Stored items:
____________________
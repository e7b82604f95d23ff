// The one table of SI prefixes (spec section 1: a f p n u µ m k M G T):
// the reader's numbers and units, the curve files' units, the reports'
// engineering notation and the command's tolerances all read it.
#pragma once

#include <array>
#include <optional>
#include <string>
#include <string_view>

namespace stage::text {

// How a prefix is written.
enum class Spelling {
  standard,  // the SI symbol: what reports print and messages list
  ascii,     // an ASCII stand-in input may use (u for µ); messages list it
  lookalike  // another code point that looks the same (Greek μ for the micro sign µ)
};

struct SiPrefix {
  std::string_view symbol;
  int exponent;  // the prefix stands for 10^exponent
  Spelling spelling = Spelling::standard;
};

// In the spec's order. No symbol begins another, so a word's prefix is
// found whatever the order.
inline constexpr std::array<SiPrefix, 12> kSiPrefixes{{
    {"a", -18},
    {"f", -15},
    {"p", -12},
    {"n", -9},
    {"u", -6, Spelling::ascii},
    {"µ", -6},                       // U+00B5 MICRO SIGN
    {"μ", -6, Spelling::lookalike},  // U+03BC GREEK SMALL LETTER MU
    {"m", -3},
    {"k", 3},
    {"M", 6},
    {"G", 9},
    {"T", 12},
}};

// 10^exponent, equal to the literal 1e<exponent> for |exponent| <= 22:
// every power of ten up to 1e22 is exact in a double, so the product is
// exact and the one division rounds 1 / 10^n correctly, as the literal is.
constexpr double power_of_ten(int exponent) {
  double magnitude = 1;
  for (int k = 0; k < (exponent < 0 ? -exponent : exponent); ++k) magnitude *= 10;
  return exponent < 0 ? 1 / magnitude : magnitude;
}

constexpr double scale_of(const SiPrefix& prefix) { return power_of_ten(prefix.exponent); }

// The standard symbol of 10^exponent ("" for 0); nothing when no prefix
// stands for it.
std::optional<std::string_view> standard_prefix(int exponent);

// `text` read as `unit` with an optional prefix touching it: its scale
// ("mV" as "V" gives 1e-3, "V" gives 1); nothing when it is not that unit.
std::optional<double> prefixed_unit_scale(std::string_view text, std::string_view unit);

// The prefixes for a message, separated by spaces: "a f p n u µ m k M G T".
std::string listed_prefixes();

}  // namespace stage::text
____________________
Task to carry out:
Wherever the string "stage" occurs in the records, copy the line it is in.

Your response:
namespace stage::text {
}  // namespace stage::text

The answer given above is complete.